Jon pointed to State Street’s partnership with cryptocurrency exchange Gemini as one example of this: “they’re effectively taking data feeds from Gemini, which is a big decision for a financial institution to make.”
“Or, when you go further down the chain, you’re seeing a number of smaller banks and institutions trying to either develop relationships at the neo-banking level (obviously, that’s the retail offering), or just purely from a technology provider standpoint.”
“I feel [that] technology companies have got the upper hand now, and that at the negotiating table, it’s getting harder and harder for a lot of these financial institutions to continue down their current paths.”
”Tere’s still a long way to go”
However, at the same time “there’s still a long way to go,” Jon said. “As much as I say that there are a lot of these opportunities arising for these banks and other financial institutions, a huge amount of infrastructure needs to be built to support it.”

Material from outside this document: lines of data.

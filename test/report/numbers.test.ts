import { describe, expect, it } from 'vitest';
import {
  counted,
  decimalsFor,
  duration,
  fixed,
  fixedOutward,
  grouped,
  memory,
  percent,
  relativePercent,
  roughCount,
} from '#built/report/numbers.js';

describe('digits of an estimate', () => {
  it.each([
    [0.0042, 4],
    [0.042, 3],
    [0.42, 2],
    [4.2, 1],
    [42, 0],
    [4200, 0],
    // Rounds up to 0.010, which two digits show with three decimals.
    [0.00996, 3],
    [9.96, 0],
    [null, 6],
    [0, 6],
  ])('half-width %s has %s decimals', (halfWidth, decimals) => {
    expect(decimalsFor(halfWidth)).toBe(decimals);
  });

  it('prints no minus before a zero', () => {
    expect(fixed(-0.00001, 2)).toBe('0.00');
    expect(fixed(-0.01, 2)).toBe('-0.01');
  });

  it('rounds an interval outward, and leaves what is exact', () => {
    expect(fixedOutward(16.1469, 2, 'low')).toBe('16.14');
    expect(fixedOutward(16.1411, 2, 'high')).toBe('16.15');
    expect(fixedOutward(-0.001, 2, 'low')).toBe('-0.01');
    expect(fixedOutward(0.25, 2, 'low')).toBe('0.25');
    expect(fixedOutward(0.25, 2, 'high')).toBe('0.25');
    expect(fixedOutward(0.3, 1, 'low')).toBe('0.3');
  });
});

describe('counts, shares, times, memory', () => {
  it('parts thousands', () => {
    expect([0, 999, 1000, 1234567].map(grouped)).toEqual(['0', '999', '1,000', '1,234,567']);
    expect(counted(1, 'path')).toBe('1 path');
    expect(counted(2048, 'path')).toBe('2,048 paths');
  });

  it('says large counts roughly', () => {
    expect([512, 61440, 1.234e6, 4.56e10].map(roughCount)).toEqual(['512', '61 thousand', '1.2 million', '46 billion']);
  });

  it('never shows a small share as none', () => {
    expect([0, 0.0001, 0.0312, 1].map(percent)).toEqual(['0.0%', '<0.1%', '3.1%', '100.0%']);
    expect([0.00115, 0.0123, 0.5].map(relativePercent)).toEqual(['0.11%', '1.2%', '50%']);
  });

  it('says spans of time in the unit that fits', () => {
    expect([0.04, 12.34, 59.96, 80, 3725].map(duration)).toEqual([
      '0.0 s',
      '12.3 s',
      '1 min 0 s',
      '1 min 20 s',
      '1 h 2 min',
    ]);
  });

  it('says memory in units of 1000 and never as a power of ten', () => {
    expect([512, 1536, 120e6, 25.3e9, 999.9e6, 2.884e12].map(memory)).toEqual([
      '512 bytes',
      '1.54 KB',
      '120 MB',
      '25.3 GB',
      '1 GB',
      '2,880 GB',
    ]);
  });
});
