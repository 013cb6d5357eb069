/** Runs straight-line programs over columns of lanes. */
import { exponentialColumn, logarithmColumn, normalCumulativeOf, powerOf } from './elementary';
import { columnBytes } from './workspace';

/** Operation codes, as in `../operations.ts`; a test holds the two lists together. */
export const enum Code {
  copy,
  add,
  subtract,
  multiply,
  divide,
  minimum,
  maximum,
  power,
  negate,
  absolute,
  squareRoot,
  exponential,
  logarithm,
  floor,
  normalCumulative,
  less,
  lessOrEqual,
  equal,
  select,
}

/** Integers of one instruction: code, target, three operands as addresses, and a bit for each operand that is a scalar. */
const instructionBytes: usize = 24;

/** Runs the instructions from `code` to `codeEnd` on `length` bytes of each column; three columns at `spare` are free. */
export function runInstructions(code: usize, codeEnd: usize, spare: usize, length: usize): void {
  for (; code < codeEnd; code += instructionBytes) {
    const to = <usize>load<u32>(code, 4);
    let a = <usize>load<u32>(code, 8);
    let b = <usize>load<u32>(code, 12);
    let c = <usize>load<u32>(code, 16);
    const end = to + length;
    let scalars = load<u32>(code, 20);
    const operation = load<u32>(code);
    if (scalars != 0) {
      if (scalars == 1 && runScalarColumn(operation, f64x2.splat(load<f64>(a)), b, to, end)) continue;
      if (scalars == 2 && runColumnScalar(operation, a, f64x2.splat(load<f64>(b)), to, end)) continue;
      if (scalars & 1) a = spread(a, spare, length);
      if (scalars & 2) b = spread(b, spare + columnBytes, length);
      if (scalars & 4) c = spread(c, spare + 2 * columnBytes, length);
    }
    runColumns(operation, a, b, c, to, end);
  }
}

/** Fills a column with a scalar; returns the column. */
function spread(scalar: usize, to: usize, length: usize): usize {
  const value = f64x2.splat(load<f64>(scalar));
  const end = to + length;
  for (let at = to; at < end; at += 16) v128.store(at, value);
  return to;
}

function runColumns(operation: u32, a: usize, b: usize, c: usize, to: usize, end: usize): void {
  switch (operation) {
    case Code.copy:
      memory.copy(to, a, end - to);
      break;
    case Code.add:
      loop(Code.add, a, b, to, end);
      break;
    case Code.subtract:
      loop(Code.subtract, a, b, to, end);
      break;
    case Code.multiply:
      loop(Code.multiply, a, b, to, end);
      break;
    case Code.divide:
      loop(Code.divide, a, b, to, end);
      break;
    case Code.minimum:
      loop(Code.minimum, a, b, to, end);
      break;
    case Code.maximum:
      loop(Code.maximum, a, b, to, end);
      break;
    case Code.power:
      for (; to < end; to += 16, a += 16, b += 16) v128.store(to, powerOf(v128.load(a), v128.load(b)));
      break;
    case Code.negate:
      loop(Code.negate, a, a, to, end);
      break;
    case Code.absolute:
      loop(Code.absolute, a, a, to, end);
      break;
    case Code.squareRoot:
      loop(Code.squareRoot, a, a, to, end);
      break;
    case Code.exponential:
      exponentialColumn(a, to, end);
      break;
    case Code.logarithm:
      logarithmColumn(a, to, end);
      break;
    case Code.floor:
      loop(Code.floor, a, a, to, end);
      break;
    case Code.normalCumulative:
      for (; to < end; to += 16, a += 16) v128.store(to, normalCumulativeOf(v128.load(a)));
      break;
    case Code.less:
      loop(Code.less, a, b, to, end);
      break;
    case Code.lessOrEqual:
      loop(Code.lessOrEqual, a, b, to, end);
      break;
    case Code.equal:
      loop(Code.equal, a, b, to, end);
      break;
    case Code.select:
      for (; to < end; to += 16, a += 16, b += 16, c += 16)
        v128.store(to, select(v128.load(a), v128.load(b), v128.load(c)));
      break;
    default:
      unreachable();
  }
}

/** The commonest operations on a column and a scalar; false if this is none of them. */
function runColumnScalar(operation: u32, a: usize, b: v128, to: usize, end: usize): bool {
  switch (operation) {
    case Code.add:
      loopWithRight(Code.add, a, b, to, end);
      return true;
    case Code.subtract:
      loopWithRight(Code.subtract, a, b, to, end);
      return true;
    case Code.multiply:
      loopWithRight(Code.multiply, a, b, to, end);
      return true;
    case Code.divide:
      loopWithRight(Code.divide, a, b, to, end);
      return true;
    case Code.minimum:
      loopWithRight(Code.minimum, a, b, to, end);
      return true;
    case Code.maximum:
      loopWithRight(Code.maximum, a, b, to, end);
      return true;
    default:
      return false;
  }
}

/** The same with the scalar on the left. */
function runScalarColumn(operation: u32, a: v128, b: usize, to: usize, end: usize): bool {
  switch (operation) {
    case Code.add:
      loopWithLeft(Code.add, a, b, to, end);
      return true;
    case Code.subtract:
      loopWithLeft(Code.subtract, a, b, to, end);
      return true;
    case Code.multiply:
      loopWithLeft(Code.multiply, a, b, to, end);
      return true;
    case Code.divide:
      loopWithLeft(Code.divide, a, b, to, end);
      return true;
    case Code.minimum:
      loopWithLeft(Code.minimum, a, b, to, end);
      return true;
    case Code.maximum:
      loopWithLeft(Code.maximum, a, b, to, end);
      return true;
    default:
      return false;
  }
}

// @ts-ignore: decorator
@inline
function loop(operation: Code, a: usize, b: usize, to: usize, end: usize): void {
  for (; to < end; to += 64, a += 64, b += 64) {
    v128.store(to, apply(operation, v128.load(a), v128.load(b)));
    v128.store(to, apply(operation, v128.load(a, 16), v128.load(b, 16)), 16);
    v128.store(to, apply(operation, v128.load(a, 32), v128.load(b, 32)), 32);
    v128.store(to, apply(operation, v128.load(a, 48), v128.load(b, 48)), 48);
  }
}

// @ts-ignore: decorator
@inline
function loopWithRight(operation: Code, a: usize, b: v128, to: usize, end: usize): void {
  for (; to < end; to += 64, a += 64) {
    v128.store(to, apply(operation, v128.load(a), b));
    v128.store(to, apply(operation, v128.load(a, 16), b), 16);
    v128.store(to, apply(operation, v128.load(a, 32), b), 32);
    v128.store(to, apply(operation, v128.load(a, 48), b), 48);
  }
}

// @ts-ignore: decorator
@inline
function loopWithLeft(operation: Code, a: v128, b: usize, to: usize, end: usize): void {
  for (; to < end; to += 64, b += 64) {
    v128.store(to, apply(operation, a, v128.load(b)));
    v128.store(to, apply(operation, a, v128.load(b, 16)), 16);
    v128.store(to, apply(operation, a, v128.load(b, 32)), 32);
    v128.store(to, apply(operation, a, v128.load(b, 48)), 48);
  }
}

/** One operation on two vectors; unary ones ignore the second. Not-a-number has all bits set where it is made here. */
// @ts-ignore: decorator
@inline
function apply(operation: Code, x: v128, y: v128): v128 {
  switch (operation) {
    case Code.add:
      return f64x2.add(x, y);
    case Code.subtract:
      return f64x2.sub(x, y);
    case Code.multiply:
      return f64x2.mul(x, y);
    case Code.divide:
      return f64x2.div(x, y);
    case Code.minimum:
      return v128.or(f64x2.pmin(x, y), f64x2.ne(y, y));
    case Code.maximum:
      return v128.or(f64x2.pmax(x, y), f64x2.ne(y, y));
    case Code.negate:
      return f64x2.neg(x);
    case Code.absolute:
      return f64x2.abs(x);
    case Code.squareRoot:
      return f64x2.sqrt(x);
    case Code.floor:
      return f64x2.floor(x);
    case Code.less:
      return condition(f64x2.lt(x, y), f64x2.ge(x, y));
    case Code.lessOrEqual:
      return condition(f64x2.le(x, y), f64x2.gt(x, y));
    case Code.equal:
      return v128.or(
        v128.and(f64x2.eq(x, y), f64x2.splat(1)),
        v128.or(f64x2.ne(x, x), f64x2.ne(y, y)),
      );
    default:
      return unreachable();
  }
}

/** 1 where true, 0 where false, not a number where neither. */
// @ts-ignore: decorator
@inline
function condition(isTrue: v128, isFalse: v128): v128 {
  return v128.or(v128.and(isTrue, f64x2.splat(1)), v128.not(v128.or(isTrue, isFalse)));
}

// @ts-ignore: decorator
@inline
function select(isTrue: v128, whenTrue: v128, otherwise: v128): v128 {
  const chosen = v128.bitselect(otherwise, whenTrue, f64x2.eq(isTrue, f64x2.splat(0)));
  return v128.or(chosen, f64x2.ne(isTrue, isTrue));
}
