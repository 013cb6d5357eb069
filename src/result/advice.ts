import { advice } from '../messages/build.js';
import type { Message } from '../messages/message.js';
import { jointError } from '../numeric/estimate.js';
import { remedyForGap } from './gap-remedy.js';
import { type Finding, type Measures, paths } from './measures.js';
import { missedWidth } from './missed-width.js';
import type { BoundEstimate } from './record.js';

/** What the judge says: doubts, each with its number, and the checks that found nothing. */
export interface Judgement {
  readonly advice: readonly Message[];
  readonly passedChecks: readonly string[];
}

const percent = (share: number) => `${(100 * share).toPrecision(2)}%`;

/** Fit paths for each column below which the regression error alone is a visible part of the gap; common practice. */
export const fitPathsPerColumn = 100;
/** Gap, as a share of the value, beyond which a better basis is worth more than more paths; common practice. */
const wideGapShare = 0.01;
/** Outer paths below which the normal interval is not to be trusted; common practice. */
const fewestOuterPaths = 500;
const fewestInnerPoints = 8;
/** Exercised paths below which a mean over them is far from normal; common practice. */
const fewestExercisedPaths = 100;
/** Standard errors between crossed bounds that noise does not explain: about one false alarm in 15,000 runs. */
const crossingErrors = 4;

/** Judges a finished run. */
export function judge(measures: Measures): Judgement {
  const findings = [thinFit, rankLoss, wideGap, crossedBounds, effort, rareExercise, missedWidth]
    .map((question) => question(measures))
    .filter((found) => found !== null);
  return {
    advice: findings.flatMap((finding) => ('doubt' in finding ? [finding.doubt] : [])),
    passedChecks: findings.flatMap((finding) => ('passed' in finding ? [finding.passed] : [])),
  };
}

function thinFit({ plan, columnCount }: Measures): Finding {
  const share = plan.fitPathCount / columnCount;
  if (share >= fitPathsPerColumn) return { passed: `The fit has ${paths(Math.floor(share))} paths for each column.` };
  return {
    doubt: advice('thin-fit', {
      what: `The rule was fitted with ${paths(plan.fitPathCount)} paths for ${columnCount} columns: ${Math.floor(share)} for each.`,
      why: `Below ${fitPathsPerColumn} paths for each column the coefficients follow noise, the rule loses value and the bracket widens; it stays valid.`,
      mend: `Raise \`counts: { fit: … }\` under method to ${paths(fitPathsPerColumn * columnCount)} or more, or state fewer columns.`,
      evidence: { fitPathCount: plan.fitPathCount, columnCount },
    }),
  };
}

function rankLoss({ basisIsAutomatic, dates }: Measures): Finding | null {
  if (basisIsAutomatic) return null;
  const losing = dates.filter(({ time, droppedColumns }) => time > 0 && droppedColumns.length > 0);
  if (losing.length === 0) return { passed: 'No column of the basis repeats the others at any decision date.' };
  const names = [...new Set(losing.flatMap(({ droppedColumns }) => droppedColumns))];
  return {
    doubt: advice('rank-loss', {
      what: `At ${losing.length} of ${dates.filter(({ time }) => time > 0).length} dates the regression dropped columns that the others already span: ${names.join(', ')}.`,
      why: 'The fit is the same without them; but a column that was meant to tell something new does not.',
      mend: 'Look at these columns of `basis`; take out what repeats, or state what was meant.',
      evidence: { columns: names, dates: losing.map(({ time }) => time) },
    }),
  };
}

function wideGap(measures: Measures): Finding {
  const { gap, lower } = measures;
  const share = gap.value === 0 ? 0 : gap.value / Math.abs(lower.value);
  const text = `The gap between the bounds is ${percent(share)} of the value.`;
  if (!(share > wideGapShare)) return { passed: share < 0 ? 'The bounds lie closer than their error.' : text };
  return {
    doubt: advice('wide-gap', {
      what: text,
      why: 'The gap is what the fitted rule and martingale miss. More outer paths do not close it.',
      mend: remedyForGap(measures),
      evidence: { gap: gap.value, share },
    }),
  };
}

function crossedBounds({ lower, upper, uppers, decidedBy }: Measures): Finding {
  const ruled = decidedBy === 'holder' ? lower : upper;
  const ordered = (bound: BoundEstimate) =>
    decidedBy === 'holder' ? ruled.value - bound.value : bound.value - ruled.value;
  const crossed = uppers.filter((bound) => ordered(bound) > crossingErrors * (jointError(bound, ruled) ?? 0));
  if (crossed.length === 0) return { passed: 'No bound crosses another beyond noise.' };
  return {
    doubt: advice('crossed-bounds', {
      what: `The lower bound lies above the upper bound by more than ${crossingErrors} standard errors (${crossed.map(({ method }) => method).join(', ')}).`,
      why: 'Noise does not explain this: the estimates contradict each other and the bracket must not be used.',
      mend: 'Run again with another `seed`. If it stays, this is a defect of the program: keep the scenario and the record, and report it.',
      evidence: { lower: lower.value, uppers: uppers.map(({ method, value }) => ({ method, value })) },
    }),
  };
}

function effort({ plan, lower, upper }: Measures): Finding {
  const smallest = Math.min(lower.pathCount, upper.pathCount);
  const { innerPointCount } = plan;
  const enough = smallest >= fewestOuterPaths && (innerPointCount === 0 || innerPointCount >= fewestInnerPoints);
  if (enough) return { passed: `The error bars rest on ${paths(smallest)} paths or more.` };
  return {
    doubt: advice('effort-too-small', {
      what: `The bounds rest on ${paths(smallest)} outer paths with ${innerPointCount} inner ${innerPointCount === 1 ? 'point' : 'points'} each.`,
      why: `Below ${fewestOuterPaths} paths a 95% interval may cover less than 95%; below ${fewestInnerPoints} inner points the upper bound is mostly noise.`,
      mend: 'Leave `counts` under method out, so that a pilot chooses them, or raise `outer` and `inner`.',
      evidence: { outerPathCount: smallest, innerPointCount },
    }),
  };
}

/**
 * A payoff that few paths ever reach: what the others would have shown is unknown, and the normal interval too short.
 * An event that n paths never showed may still have a probability of 3/n (95%, "rule of three").
 */
function rareExercise({ lower, upper, decidedBy, exercisedPathCount, endedPathCount }: Measures): Finding {
  const { pathCount } = decidedBy === 'holder' ? lower : upper;
  // Where every path ends by the event, there is nothing left that a path could show.
  if (endedPathCount === pathCount) return { passed: 'The ending event ends the contract on every outer path.' };
  if (exercisedPathCount >= fewestExercisedPaths) {
    return {
      passed: `The rule exercises on ${paths(exercisedPathCount)} of the ${paths(pathCount)} outer paths.`,
    };
  }
  return {
    doubt: advice('effort-too-small', {
      what: `The rule exercises on only ${paths(exercisedPathCount)} of the ${paths(pathCount)} outer paths.`,
      why: `The value rests on rare paths: a payoff with a probability up to ${percent(Math.min(1, 3 / pathCount))} may not have shown at all, and the 95% interval may be too narrow and too low.`,
      mend: 'Raise `counts: { outer: … }` under method until some hundred paths exercise.',
      evidence: { exercisedPathCount, outerPathCount: pathCount },
    }),
  };
}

“So, if you think about a simple corporate company, which may transact in [something like] soybeans, and they produce meal and oil and sell that down the chain–now, in theory, we could provide a solution in soybeans: we could enable title transfer, we could facilitate the financing of that right of the title being moved on a trade finance vehicle.”
“However, banking relationships are inherently deep,” he continued. “So, while they may be providing a line of credit (for one thing), they’re also providing all these other services–and all these other services are generally under-provided if they’re doing the other thing further up the chain.”
In other words, “if the corporate client pulls out one of those other components, they lose all these other factors as well.”
“So, while a lot of these technology companies are focusing on just one single service, we need to be able to offer the whole chain of services to truly disrupt the market,” Jon said. “We’re definitely not there yet.”
“And that’s the same with institutional adoption of crypto,” he continued. “Everyone talks about Bitcoin being adopted by institutional investors, and I struggle to see it right now because we don’t have the plumbing there yet for true adoption at the institutional level.”
Jon explained that “it’s not just about brokers. It’s about lending capacity–whether it could go to a private bank that gives some sort of loan-to-value (LTV) of it, similar to traditional currency.”
Right now, “if you get a private account [and attempt] to get 80 to 90 percent LTV on Bitcoin, the answer’s ‘no’. The reality is that they probably wouldn’t offer you any lending–so, why would you chew up all your capital [by] putting into a standalone asset like Bitcoin when you could put your money into a private bank?”
After all, “the returns on [a different] asset may not be as good as Bitcoin, however, because you have all these other services that operate around it, it’s a much more appealing product to have.”